When major economies come up with digital currencies and allow foreigners to use them, backed by international guidelines, cross-border transactions could become simpler. At the same time, instability in financial and foreign-exchange markets could worsen due to faster cross-border capital flows. The U.S.-China conflict could intensify when a fight over currency hegemony is added. The U.S. has been enjoying exorbitant privileges through the dollar’s supremacy as the reserve currency. Countries without internationally-traded currencies have to stock dollars or U.S. Treasuries in case of foreign currency shortages. The U.S. government can effectively control foreigners and other governments through the dollar-backed international settlement system.

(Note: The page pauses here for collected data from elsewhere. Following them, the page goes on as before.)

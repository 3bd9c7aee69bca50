package org.halyard.targets;

import java.util.Optional;
import org.apache.commons.math3.linear.Array2DRowRealMatrix;
import org.apache.commons.math3.linear.ArrayRealVector;
import org.apache.commons.math3.linear.DecompositionSolver;
import org.apache.commons.math3.linear.QRDecomposition;
import org.apache.commons.math3.linear.RealMatrix;
import org.apache.commons.math3.linear.RealVector;
import org.halyard.grid.Grid;
import org.halyard.grid.GridGeometry;

/**
 * Euler deconvolution in a square window: the source position, depth and background that best satisfy
 * Euler's homogeneity equation over the window's cells.
 *
 * <p><b>Algorithm:</b> (x - x0) Tx + (y - y0) Ty + (z - z0) Tz = N (B - T) (Thompson 1982, Geophysics
 * 47(1) 31-37, eq. 1; Reid et al. 1990, Geophysics 55(1) 80-91, eq. 2), with z down and the observations at
 * z = 0, is rearranged to x0 Tx + y0 Ty + z0 Tz + N B = x Tx + y Ty + N T and solved by least squares (QR,
 * Commons Math). The parameter covariance is s^2 (A^T A)^-1 with s^2 the residual variance; a solution is
 * kept when sigma(z0)/z0 and its distance to the window centre are within {@link EulerOptions}. Of several
 * window sizes the accepted solution with the smallest relative depth error wins.
 *
 * <p><b>Accuracy:</b> exact for a noise-free homogeneous field of degree -N (a dipole, N = 3; an infinite
 * line of dipoles, N = 2) when the derivatives are exact; errors grow with noise, derivative error and
 * neighbouring sources inside the window.
 *
 * <p><b>Limitations:</b> a window much smaller than the source depth is ill-conditioned (rejected by the
 * depth-error test); blank cells are skipped.
 *
 * <p><b>Thread safety:</b> stateless.
 */
public final class EulerDeconvolution {

    private EulerDeconvolution() {
    }

    /** Horizontal unknowns of the full 3-D solve: east and north offsets. */
    private static final double[][] PLAN = {{1, 0}, {0, 1}};

    /**
     * The best accepted solution around (x, y), or empty when no window gives one.
     *
     * @param x easting of the window centre, m
     * @param y northing of the window centre, m
     * @return depth below the grid's observation level, positive down
     */
    public static Optional<EulerSolution> solve(FieldGrids grids, double x, double y, EulerOptions options) {
        return best(grids, x, y, options, PLAN);
    }

    /**
     * As {@link #solve}, for a source elongated along {@code strikeDeg} (degrees clockwise from north): the
     * position along the strike is held at the window centre and only the offset across it is solved, the
     * 2-D form of the equation (Thompson 1982). A line source leaves the along-strike position undetermined,
     * so the 3-D solve would be ill-conditioned.
     */
    public static Optional<EulerSolution> solveAcross(FieldGrids grids, double x, double y, double strikeDeg,
                                                      EulerOptions options) {
        double s = Math.toRadians(strikeDeg);
        // Across-strike unit vector (east, north): the strike (sin s, cos s) turned by 90 degrees.
        return best(grids, x, y, options, new double[][] {{Math.cos(s), -Math.sin(s)}});
    }

    private static Optional<EulerSolution> best(FieldGrids grids, double x, double y, EulerOptions options,
                                                double[][] plan) {
        EulerSolution best = null;
        for (double w : options.windowSizesM()) {
            Optional<EulerSolution> s = solveWindow(grids, x, y, w, options.structuralIndex(), plan);
            if (s.isPresent() && accepted(s.get(), x, y, options)
                    && (best == null || s.get().relativeDepthError() < best.relativeDepthError())) {
                best = s.get();
            }
        }
        return Optional.ofNullable(best);
    }

    /**
     * The least-squares solution in one window of side {@code windowM} metres, before acceptance tests;
     * empty when fewer than 8 cells are usable or the system is singular.
     *
     * @param plan unit vectors (east, north) along which the source may move horizontally
     */
    static Optional<EulerSolution> solveWindow(FieldGrids grids, double x, double y, double windowM, double n,
                                               double[][] plan) {
        GridGeometry geo = grids.total().geometry();
        int half = (int) Math.max(1, Math.round(0.5 * windowM / geo.cellSize()));
        int c0 = (int) Math.round(geo.column(x));
        int r0 = (int) Math.round(geo.row(y));
        int side = 2 * half + 1;
        int k = plan.length;
        double[][] a = new double[side * side][];
        double[] b = new double[side * side];
        int m = 0;
        for (int r = Math.max(0, r0 - half); r <= Math.min(geo.rows() - 1, r0 + half); r++) {
            for (int c = Math.max(0, c0 - half); c <= Math.min(geo.columns() - 1, c0 + half); c++) {
                double t = grids.total().get(c, r), tx = grids.dx().get(c, r);
                double ty = grids.dy().get(c, r), tz = grids.dz().get(c, r);
                if (Double.isNaN(t + tx + ty + tz)) {
                    continue;
                }
                // Coordinates relative to the window centre keep the system well scaled.
                double px = geo.x(c) - x, py = geo.y(r) - y;
                double[] row = new double[k + 2];
                for (int j = 0; j < k; j++) {
                    row[j] = plan[j][0] * tx + plan[j][1] * ty;
                }
                row[k] = tz;
                row[k + 1] = n;
                a[m] = row;
                b[m] = px * tx + py * ty + n * t;
                m++;
            }
        }
        if (m < 8) {
            return Optional.empty();
        }
        RealMatrix am = new Array2DRowRealMatrix(java.util.Arrays.copyOf(a, m), false);
        RealVector bv = new ArrayRealVector(java.util.Arrays.copyOf(b, m), false);
        DecompositionSolver solver = new QRDecomposition(am, 1e-12).getSolver();
        if (!solver.isNonSingular()) {
            return Optional.empty();
        }
        RealVector p = solver.solve(bv);
        RealVector res = am.operate(p).subtract(bv);
        double s2 = res.dotProduct(res) / Math.max(1, m - (k + 2));
        RealMatrix cov;
        try {
            cov = new QRDecomposition(am.transpose().multiply(am)).getSolver().getInverse().scalarMultiply(s2);
        } catch (org.apache.commons.math3.linear.SingularMatrixException e) {
            return Optional.empty();
        }
        double ex = 0, ey = 0;
        for (int j = 0; j < k; j++) {
            ex += p.getEntry(j) * plan[j][0];
            ey += p.getEntry(j) * plan[j][1];
        }
        double sigmaZ = Math.sqrt(Math.max(0, cov.getEntry(k, k)));
        return Optional.of(new EulerSolution(x + ex, y + ey, p.getEntry(k), p.getEntry(k + 1), sigmaZ, n, windowM, m));
    }

    private static boolean accepted(EulerSolution s, double x, double y, EulerOptions o) {
        double dist = Math.hypot(s.x() - x, s.y() - y);
        return s.depth() > 0 && s.relativeDepthError() <= o.maxRelativeDepthError()
                && dist <= o.maxDistanceFactor() * s.windowM();
    }
}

But if challenges from a digital yuan grow, the greenback’s supremacy could come under fire. In July, the Chinese central bank announced a plan to use digital yuan for international settlements to bolster the international status of the CNY. Despite the rise of the Chinese economy, CNY makes up a mere 2.5 percent in international settlements and foreign reserves at central banks. It is hardly a match for the greenback or euro. The CNY lacks appeal in international settlements due to excess regulations on cross-border transactions and low reliability in the state-led economy’s monetary policy and currency value. Less positive “network externality” of the CNY also prevent its use in place of the dollar. Still, economies with greater reliance on capital and trade with China would wish to increase their Chinese currency holding. South Korea could be sandwiched if the dollar and CNY contest in the digital realm intensifies.

August 15 marked the 50th year of President Richard Nixon’s ending of the convertibility of dollars into gold. The currency and foreign exchange system were rocked by that sudden decision. The dollar’s supremacy may not last forever if the U.S.-led global order is shaken. The rise of CBDC could bring about a far-reaching impact on the global currency and financial system. The BOK must carefully study the merits and demerits of CBDC and also closely watch international movements. It also should actively join in the discussions to create a stable international settlement system based on digital currency.


Translation by the Korea JoongAng Daily staff.